(Dataset items)
= = = = = = =

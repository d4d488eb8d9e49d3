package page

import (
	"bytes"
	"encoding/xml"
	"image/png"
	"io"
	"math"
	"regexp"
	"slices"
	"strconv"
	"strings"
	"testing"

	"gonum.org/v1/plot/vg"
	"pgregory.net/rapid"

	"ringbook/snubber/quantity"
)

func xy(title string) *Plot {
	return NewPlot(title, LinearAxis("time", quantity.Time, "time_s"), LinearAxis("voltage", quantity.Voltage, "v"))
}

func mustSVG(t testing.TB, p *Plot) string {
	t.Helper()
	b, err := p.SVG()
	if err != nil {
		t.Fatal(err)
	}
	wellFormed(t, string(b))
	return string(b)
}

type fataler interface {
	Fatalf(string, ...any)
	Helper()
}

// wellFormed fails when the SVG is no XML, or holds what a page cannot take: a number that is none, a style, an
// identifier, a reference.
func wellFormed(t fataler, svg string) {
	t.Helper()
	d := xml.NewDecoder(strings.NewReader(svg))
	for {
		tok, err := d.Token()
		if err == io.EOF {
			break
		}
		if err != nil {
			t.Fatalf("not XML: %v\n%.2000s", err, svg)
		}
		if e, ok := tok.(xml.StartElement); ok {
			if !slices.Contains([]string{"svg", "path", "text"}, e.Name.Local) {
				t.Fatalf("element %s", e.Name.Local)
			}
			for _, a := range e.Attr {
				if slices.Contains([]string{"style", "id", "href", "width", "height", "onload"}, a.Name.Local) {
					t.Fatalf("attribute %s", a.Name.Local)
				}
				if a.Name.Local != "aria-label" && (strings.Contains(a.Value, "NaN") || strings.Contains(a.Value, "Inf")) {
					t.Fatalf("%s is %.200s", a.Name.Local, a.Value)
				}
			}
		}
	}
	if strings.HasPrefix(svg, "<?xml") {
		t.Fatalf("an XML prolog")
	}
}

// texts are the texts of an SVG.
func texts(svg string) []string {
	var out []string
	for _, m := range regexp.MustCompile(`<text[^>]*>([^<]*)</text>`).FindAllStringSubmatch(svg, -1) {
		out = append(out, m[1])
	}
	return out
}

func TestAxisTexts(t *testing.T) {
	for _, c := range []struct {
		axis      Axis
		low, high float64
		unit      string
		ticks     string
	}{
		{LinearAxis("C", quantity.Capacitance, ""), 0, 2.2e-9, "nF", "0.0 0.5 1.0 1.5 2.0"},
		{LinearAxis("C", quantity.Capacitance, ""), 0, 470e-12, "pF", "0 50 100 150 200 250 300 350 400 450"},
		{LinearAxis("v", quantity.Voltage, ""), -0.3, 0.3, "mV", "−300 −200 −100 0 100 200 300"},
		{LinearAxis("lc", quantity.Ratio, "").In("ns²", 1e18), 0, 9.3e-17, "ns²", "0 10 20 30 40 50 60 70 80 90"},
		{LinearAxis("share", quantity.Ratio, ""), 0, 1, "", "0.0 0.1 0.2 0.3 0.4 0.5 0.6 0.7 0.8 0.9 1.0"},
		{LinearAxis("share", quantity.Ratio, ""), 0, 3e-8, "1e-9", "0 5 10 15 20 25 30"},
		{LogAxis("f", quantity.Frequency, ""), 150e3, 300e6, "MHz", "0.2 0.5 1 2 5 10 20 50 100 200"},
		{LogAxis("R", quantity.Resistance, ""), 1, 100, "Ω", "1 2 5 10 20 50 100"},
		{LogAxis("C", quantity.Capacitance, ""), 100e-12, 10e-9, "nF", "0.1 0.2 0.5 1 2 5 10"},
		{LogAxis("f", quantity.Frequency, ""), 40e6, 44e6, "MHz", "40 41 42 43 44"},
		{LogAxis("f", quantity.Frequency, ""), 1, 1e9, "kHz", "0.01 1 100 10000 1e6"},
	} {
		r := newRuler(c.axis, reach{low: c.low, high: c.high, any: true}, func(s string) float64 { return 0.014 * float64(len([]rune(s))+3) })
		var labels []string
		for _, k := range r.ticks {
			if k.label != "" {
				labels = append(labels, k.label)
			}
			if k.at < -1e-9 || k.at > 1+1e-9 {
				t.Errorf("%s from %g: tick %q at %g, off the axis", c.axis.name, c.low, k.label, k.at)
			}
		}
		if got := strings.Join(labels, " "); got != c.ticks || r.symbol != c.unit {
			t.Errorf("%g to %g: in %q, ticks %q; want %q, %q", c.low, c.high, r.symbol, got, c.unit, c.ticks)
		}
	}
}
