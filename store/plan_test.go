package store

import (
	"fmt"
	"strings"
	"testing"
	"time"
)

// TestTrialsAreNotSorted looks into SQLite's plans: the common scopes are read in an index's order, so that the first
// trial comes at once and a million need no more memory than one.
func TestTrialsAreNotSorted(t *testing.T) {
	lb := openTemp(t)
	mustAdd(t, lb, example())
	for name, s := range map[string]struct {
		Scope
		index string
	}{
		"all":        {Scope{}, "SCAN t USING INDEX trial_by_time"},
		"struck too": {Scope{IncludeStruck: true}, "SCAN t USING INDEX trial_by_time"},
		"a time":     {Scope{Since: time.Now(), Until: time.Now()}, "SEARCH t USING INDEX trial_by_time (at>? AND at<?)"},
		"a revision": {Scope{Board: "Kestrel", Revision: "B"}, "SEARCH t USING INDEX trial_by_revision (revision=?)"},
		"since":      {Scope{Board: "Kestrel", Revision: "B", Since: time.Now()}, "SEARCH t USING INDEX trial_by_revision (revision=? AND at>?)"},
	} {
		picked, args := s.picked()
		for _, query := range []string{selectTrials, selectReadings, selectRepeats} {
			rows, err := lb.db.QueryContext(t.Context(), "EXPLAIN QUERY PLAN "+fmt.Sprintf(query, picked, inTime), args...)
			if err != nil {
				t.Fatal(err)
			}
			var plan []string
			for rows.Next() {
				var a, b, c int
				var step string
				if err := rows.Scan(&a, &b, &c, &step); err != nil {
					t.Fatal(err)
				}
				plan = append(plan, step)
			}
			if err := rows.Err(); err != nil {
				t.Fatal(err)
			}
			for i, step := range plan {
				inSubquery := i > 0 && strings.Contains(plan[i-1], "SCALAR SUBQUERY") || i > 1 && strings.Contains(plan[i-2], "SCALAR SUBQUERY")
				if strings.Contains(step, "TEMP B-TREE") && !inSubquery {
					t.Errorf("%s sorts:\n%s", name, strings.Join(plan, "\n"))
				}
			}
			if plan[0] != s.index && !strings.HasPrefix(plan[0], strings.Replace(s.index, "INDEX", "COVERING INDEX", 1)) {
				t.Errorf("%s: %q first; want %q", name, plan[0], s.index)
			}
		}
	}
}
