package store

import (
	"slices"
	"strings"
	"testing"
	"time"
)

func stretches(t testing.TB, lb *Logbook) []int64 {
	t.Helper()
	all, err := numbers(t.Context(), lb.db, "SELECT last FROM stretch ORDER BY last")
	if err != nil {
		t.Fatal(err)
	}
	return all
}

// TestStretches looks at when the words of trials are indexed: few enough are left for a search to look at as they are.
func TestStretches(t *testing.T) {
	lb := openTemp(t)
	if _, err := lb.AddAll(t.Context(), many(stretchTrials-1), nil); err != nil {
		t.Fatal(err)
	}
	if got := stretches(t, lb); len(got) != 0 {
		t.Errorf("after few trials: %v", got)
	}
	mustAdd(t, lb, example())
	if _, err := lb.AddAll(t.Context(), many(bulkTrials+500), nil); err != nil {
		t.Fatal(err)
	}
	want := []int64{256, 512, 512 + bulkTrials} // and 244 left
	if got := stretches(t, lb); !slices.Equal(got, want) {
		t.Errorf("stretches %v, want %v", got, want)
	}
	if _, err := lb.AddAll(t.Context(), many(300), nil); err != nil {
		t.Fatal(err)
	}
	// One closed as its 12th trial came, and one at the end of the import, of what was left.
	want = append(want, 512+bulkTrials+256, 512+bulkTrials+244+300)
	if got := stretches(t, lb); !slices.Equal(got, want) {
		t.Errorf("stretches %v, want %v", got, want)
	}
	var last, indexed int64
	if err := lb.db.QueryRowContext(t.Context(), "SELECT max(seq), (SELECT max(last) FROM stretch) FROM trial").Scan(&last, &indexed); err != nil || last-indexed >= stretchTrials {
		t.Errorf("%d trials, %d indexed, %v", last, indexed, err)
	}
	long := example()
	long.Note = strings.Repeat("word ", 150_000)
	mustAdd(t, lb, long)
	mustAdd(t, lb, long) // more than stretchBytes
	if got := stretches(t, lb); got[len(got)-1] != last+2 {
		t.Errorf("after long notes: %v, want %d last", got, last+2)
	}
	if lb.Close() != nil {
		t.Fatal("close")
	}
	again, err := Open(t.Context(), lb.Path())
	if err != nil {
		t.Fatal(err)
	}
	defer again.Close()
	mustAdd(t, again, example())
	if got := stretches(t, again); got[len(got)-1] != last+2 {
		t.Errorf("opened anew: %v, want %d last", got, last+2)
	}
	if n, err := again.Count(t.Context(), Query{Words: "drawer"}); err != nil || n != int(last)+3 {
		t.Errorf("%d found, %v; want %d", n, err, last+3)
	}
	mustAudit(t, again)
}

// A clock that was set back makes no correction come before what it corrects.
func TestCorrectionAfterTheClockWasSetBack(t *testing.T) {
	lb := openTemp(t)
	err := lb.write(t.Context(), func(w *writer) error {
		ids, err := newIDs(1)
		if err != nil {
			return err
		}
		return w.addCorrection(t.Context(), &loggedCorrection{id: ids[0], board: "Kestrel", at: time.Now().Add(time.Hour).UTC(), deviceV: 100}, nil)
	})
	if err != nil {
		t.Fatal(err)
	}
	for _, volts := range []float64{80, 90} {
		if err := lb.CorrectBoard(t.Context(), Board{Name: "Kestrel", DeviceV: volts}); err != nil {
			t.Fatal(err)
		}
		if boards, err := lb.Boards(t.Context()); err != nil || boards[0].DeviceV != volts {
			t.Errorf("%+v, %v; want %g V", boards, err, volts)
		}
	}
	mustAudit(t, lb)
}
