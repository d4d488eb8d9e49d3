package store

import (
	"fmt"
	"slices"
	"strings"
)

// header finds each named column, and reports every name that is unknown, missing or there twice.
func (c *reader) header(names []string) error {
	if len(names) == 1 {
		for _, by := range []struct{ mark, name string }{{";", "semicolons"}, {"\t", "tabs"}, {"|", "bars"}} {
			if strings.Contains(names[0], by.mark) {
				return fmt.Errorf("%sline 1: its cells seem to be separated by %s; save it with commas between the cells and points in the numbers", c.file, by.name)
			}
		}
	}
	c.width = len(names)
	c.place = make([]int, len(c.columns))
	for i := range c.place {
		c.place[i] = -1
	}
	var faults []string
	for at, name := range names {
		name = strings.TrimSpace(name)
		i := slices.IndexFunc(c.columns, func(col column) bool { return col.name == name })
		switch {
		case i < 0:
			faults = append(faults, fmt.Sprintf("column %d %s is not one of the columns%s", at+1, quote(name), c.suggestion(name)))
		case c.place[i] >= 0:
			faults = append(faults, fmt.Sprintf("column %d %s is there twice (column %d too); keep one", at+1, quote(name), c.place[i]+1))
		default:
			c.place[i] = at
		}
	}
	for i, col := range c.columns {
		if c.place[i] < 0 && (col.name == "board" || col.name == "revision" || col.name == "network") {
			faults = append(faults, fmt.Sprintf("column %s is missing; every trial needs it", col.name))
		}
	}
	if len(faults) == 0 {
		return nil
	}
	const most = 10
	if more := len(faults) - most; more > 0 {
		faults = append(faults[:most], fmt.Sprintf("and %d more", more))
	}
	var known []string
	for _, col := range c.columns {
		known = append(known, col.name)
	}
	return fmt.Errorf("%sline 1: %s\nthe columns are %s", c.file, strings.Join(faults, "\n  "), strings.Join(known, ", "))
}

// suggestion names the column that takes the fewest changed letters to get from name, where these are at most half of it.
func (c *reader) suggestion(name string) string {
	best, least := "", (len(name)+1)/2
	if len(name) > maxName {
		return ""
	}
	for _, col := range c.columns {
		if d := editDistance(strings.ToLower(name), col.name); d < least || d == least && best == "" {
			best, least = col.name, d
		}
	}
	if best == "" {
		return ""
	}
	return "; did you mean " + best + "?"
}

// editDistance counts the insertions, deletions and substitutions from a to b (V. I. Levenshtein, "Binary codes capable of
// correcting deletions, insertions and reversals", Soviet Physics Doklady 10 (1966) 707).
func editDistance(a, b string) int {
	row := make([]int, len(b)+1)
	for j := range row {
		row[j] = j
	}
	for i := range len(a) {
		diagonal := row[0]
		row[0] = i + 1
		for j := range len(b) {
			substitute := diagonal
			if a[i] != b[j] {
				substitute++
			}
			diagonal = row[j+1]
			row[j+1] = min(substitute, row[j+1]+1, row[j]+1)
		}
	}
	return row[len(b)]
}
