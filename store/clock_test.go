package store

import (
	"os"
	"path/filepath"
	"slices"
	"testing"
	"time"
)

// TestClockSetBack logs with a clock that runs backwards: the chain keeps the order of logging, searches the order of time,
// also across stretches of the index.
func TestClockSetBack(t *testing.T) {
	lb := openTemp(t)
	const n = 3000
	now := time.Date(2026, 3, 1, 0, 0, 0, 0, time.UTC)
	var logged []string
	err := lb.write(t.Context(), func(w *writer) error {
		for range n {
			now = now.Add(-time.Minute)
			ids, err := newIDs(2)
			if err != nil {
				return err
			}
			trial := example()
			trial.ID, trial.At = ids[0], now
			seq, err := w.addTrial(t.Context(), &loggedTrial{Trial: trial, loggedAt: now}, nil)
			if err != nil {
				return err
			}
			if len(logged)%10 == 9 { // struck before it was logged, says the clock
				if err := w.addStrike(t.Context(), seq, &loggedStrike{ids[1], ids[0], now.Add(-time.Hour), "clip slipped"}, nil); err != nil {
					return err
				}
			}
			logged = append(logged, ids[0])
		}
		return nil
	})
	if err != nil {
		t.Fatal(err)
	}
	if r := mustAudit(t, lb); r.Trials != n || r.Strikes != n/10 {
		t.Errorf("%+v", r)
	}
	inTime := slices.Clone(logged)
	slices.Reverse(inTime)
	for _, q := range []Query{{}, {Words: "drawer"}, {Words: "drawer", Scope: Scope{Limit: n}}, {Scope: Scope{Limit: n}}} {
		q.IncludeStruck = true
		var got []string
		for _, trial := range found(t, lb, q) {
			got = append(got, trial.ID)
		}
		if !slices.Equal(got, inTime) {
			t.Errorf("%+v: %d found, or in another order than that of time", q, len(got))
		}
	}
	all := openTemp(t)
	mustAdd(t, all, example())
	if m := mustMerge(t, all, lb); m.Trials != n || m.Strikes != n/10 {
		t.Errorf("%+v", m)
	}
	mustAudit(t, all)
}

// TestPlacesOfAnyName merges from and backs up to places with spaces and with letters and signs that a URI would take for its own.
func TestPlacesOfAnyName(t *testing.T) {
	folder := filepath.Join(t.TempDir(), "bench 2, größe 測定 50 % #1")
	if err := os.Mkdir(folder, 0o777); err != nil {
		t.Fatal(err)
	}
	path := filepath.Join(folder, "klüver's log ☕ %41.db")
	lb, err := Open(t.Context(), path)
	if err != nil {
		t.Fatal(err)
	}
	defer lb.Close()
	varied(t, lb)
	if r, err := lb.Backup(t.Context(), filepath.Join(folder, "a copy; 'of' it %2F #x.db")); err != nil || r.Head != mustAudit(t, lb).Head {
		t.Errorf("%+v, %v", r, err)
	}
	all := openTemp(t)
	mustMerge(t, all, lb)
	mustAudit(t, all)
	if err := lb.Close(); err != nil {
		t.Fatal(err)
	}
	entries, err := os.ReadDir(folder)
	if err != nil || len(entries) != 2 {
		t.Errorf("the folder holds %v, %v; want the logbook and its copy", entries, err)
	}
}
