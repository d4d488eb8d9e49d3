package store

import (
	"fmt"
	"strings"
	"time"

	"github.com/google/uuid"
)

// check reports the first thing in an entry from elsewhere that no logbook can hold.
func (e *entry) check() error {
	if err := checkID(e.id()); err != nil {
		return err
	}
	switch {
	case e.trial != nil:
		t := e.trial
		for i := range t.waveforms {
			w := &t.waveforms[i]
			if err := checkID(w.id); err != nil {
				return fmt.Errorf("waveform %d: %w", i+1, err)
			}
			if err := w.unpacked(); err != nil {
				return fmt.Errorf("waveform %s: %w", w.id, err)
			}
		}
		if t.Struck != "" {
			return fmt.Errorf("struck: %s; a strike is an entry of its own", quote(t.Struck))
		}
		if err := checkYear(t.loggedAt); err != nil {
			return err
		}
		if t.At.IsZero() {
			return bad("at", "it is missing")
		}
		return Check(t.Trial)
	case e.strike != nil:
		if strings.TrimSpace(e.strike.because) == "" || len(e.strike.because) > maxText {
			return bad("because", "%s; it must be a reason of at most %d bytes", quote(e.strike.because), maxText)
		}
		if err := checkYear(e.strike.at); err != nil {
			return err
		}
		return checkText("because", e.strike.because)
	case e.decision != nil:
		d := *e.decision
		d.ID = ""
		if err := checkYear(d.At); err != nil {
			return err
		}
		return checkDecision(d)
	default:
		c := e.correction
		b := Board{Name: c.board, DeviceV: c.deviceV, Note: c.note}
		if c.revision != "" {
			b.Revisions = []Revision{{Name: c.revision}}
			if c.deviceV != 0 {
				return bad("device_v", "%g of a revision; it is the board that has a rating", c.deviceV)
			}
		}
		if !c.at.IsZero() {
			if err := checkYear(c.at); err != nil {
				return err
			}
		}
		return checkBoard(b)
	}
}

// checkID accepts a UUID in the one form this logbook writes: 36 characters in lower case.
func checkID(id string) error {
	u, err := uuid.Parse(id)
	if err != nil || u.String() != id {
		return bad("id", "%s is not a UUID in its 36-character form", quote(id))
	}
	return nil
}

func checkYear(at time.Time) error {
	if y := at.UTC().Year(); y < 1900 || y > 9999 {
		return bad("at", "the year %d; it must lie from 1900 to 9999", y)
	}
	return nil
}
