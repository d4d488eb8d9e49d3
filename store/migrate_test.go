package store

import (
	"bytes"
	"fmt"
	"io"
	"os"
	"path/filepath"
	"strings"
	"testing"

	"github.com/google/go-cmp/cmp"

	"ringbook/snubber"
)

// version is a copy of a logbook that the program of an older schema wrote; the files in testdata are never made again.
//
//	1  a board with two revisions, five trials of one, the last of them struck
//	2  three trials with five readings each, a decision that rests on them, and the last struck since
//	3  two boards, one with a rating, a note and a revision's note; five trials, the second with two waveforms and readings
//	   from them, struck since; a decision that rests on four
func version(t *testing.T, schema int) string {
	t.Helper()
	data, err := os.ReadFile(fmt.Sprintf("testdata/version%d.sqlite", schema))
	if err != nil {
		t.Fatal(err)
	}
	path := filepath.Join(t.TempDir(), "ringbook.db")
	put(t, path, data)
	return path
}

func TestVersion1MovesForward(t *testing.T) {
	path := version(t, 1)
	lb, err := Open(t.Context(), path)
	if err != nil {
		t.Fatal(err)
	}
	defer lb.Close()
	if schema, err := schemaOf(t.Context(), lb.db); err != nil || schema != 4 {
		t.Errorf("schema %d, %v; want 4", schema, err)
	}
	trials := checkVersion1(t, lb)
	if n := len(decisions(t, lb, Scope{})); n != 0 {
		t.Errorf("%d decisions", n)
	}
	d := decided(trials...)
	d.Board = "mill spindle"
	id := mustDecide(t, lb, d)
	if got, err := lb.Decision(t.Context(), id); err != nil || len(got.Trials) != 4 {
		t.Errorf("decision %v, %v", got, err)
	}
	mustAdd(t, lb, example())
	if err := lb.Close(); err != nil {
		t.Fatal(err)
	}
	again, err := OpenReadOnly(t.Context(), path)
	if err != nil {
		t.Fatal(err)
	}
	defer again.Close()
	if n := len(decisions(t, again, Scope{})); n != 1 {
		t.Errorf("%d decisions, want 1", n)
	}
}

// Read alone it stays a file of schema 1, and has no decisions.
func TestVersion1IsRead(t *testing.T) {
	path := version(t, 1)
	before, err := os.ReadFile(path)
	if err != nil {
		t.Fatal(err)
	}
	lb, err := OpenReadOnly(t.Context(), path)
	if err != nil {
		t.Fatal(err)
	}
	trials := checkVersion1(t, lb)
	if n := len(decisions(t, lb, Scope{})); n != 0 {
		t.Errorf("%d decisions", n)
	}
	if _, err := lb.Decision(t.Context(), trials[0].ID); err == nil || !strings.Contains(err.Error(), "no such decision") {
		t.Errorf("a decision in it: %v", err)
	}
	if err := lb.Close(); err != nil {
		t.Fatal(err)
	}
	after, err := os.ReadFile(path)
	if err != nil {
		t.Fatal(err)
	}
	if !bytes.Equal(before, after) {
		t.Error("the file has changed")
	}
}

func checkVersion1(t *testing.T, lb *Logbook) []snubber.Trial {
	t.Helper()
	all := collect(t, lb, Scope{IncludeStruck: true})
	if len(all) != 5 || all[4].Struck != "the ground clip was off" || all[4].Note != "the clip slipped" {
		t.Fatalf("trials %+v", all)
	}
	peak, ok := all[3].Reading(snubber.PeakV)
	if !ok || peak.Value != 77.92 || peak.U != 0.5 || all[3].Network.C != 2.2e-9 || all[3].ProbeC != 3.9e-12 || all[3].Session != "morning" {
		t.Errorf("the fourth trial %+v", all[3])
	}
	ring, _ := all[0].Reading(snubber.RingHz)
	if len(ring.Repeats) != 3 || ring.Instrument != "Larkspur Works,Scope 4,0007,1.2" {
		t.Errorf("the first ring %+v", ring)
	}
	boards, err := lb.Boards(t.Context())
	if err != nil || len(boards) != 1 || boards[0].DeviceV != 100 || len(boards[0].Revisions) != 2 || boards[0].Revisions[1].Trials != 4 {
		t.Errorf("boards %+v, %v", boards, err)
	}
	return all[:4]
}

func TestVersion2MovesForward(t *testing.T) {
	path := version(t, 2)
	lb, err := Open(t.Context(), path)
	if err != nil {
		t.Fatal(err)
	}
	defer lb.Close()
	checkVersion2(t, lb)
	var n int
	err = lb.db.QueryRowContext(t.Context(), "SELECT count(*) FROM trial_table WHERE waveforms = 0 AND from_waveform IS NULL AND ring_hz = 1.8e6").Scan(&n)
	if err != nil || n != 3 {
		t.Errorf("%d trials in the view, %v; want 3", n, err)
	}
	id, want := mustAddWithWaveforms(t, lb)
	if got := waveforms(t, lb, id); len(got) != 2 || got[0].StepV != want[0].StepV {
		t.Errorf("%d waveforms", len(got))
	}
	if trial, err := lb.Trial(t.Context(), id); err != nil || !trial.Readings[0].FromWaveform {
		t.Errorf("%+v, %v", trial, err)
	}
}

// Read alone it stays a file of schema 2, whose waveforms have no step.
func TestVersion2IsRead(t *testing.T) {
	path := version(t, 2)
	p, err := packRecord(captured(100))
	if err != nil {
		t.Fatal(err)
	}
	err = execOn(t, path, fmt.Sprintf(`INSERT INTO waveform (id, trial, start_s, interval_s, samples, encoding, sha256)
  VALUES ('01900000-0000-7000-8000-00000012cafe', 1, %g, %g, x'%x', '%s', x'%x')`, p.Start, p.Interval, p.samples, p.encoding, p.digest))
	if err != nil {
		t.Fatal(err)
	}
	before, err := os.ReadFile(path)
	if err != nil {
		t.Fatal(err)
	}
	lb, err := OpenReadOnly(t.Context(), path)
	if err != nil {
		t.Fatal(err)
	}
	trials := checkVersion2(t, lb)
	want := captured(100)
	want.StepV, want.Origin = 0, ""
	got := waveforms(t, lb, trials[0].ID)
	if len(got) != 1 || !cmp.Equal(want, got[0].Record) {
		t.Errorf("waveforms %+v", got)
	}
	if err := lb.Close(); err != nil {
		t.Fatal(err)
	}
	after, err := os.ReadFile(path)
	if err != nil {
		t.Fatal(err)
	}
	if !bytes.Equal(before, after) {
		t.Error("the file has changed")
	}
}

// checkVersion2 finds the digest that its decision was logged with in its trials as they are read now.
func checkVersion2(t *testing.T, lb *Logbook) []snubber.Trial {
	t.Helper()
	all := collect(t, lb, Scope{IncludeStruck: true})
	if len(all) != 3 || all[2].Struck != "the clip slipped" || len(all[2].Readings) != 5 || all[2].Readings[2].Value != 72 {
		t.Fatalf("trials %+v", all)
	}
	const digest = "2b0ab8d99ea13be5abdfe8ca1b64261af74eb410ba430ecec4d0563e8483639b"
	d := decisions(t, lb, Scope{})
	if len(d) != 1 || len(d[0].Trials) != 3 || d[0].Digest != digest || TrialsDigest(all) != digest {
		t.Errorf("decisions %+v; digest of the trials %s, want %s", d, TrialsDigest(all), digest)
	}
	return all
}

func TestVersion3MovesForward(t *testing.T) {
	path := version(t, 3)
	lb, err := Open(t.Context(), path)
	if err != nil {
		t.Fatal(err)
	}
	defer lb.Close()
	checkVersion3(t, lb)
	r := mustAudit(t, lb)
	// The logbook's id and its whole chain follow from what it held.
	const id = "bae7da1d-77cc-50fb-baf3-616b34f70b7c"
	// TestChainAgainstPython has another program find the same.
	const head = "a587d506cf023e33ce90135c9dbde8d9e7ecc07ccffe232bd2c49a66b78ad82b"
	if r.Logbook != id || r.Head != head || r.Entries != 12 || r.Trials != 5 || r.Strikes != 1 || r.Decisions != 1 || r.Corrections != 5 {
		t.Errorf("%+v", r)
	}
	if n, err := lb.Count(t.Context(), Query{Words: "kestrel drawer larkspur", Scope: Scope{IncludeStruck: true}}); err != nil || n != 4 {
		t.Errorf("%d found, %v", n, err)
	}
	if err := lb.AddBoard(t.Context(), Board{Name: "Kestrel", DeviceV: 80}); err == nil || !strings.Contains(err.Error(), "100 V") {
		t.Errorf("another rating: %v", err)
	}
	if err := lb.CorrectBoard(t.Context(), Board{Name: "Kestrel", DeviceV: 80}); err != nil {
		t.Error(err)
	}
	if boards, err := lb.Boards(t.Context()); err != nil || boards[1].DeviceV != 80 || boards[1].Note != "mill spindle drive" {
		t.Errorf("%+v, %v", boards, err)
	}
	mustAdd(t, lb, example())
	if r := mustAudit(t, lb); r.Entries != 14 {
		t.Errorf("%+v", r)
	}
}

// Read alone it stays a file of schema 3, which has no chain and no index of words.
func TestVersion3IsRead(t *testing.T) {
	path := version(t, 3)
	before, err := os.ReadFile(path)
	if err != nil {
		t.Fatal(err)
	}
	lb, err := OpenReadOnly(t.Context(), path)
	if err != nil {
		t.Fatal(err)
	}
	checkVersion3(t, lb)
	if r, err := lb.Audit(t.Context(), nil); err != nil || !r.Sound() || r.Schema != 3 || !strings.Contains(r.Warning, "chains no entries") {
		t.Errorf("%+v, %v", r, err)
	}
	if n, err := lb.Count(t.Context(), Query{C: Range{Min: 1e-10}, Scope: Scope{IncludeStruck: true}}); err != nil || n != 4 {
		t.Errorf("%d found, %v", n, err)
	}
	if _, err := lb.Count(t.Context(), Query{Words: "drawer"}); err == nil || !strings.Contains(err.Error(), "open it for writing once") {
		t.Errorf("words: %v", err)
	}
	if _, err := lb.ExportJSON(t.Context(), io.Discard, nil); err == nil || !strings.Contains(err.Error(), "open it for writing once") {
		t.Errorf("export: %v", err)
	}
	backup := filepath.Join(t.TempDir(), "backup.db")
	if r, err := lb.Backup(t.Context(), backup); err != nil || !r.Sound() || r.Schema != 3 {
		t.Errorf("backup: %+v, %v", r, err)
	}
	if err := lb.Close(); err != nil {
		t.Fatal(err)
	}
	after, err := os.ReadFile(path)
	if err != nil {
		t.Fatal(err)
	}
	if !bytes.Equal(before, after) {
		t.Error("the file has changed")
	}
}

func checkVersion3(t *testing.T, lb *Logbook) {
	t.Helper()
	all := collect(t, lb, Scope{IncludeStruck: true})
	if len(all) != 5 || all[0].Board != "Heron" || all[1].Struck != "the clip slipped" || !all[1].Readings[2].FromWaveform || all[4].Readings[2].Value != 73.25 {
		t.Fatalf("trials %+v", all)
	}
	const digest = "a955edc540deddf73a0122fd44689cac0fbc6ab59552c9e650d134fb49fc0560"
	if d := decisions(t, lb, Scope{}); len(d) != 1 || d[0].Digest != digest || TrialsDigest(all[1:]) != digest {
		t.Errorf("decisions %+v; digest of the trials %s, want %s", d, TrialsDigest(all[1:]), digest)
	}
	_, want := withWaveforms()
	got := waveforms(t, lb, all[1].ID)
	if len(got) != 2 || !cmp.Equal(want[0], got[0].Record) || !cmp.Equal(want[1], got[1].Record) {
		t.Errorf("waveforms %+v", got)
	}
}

= = = = = = =

• [PROMPT] Examine the records and pull out every line where the string "found" occurs.

• [ANSWER TO THE PROBLEM]
		t.Errorf("%d found, %v; want %d", n, err, last+3)
		for _, trial := range found(t, lb, q) {
			t.Errorf("%+v: %d found, or in another order than that of time", q, len(got))
		t.Errorf("%d found, %v", n, err)
		t.Errorf("%d found, %v", n, err)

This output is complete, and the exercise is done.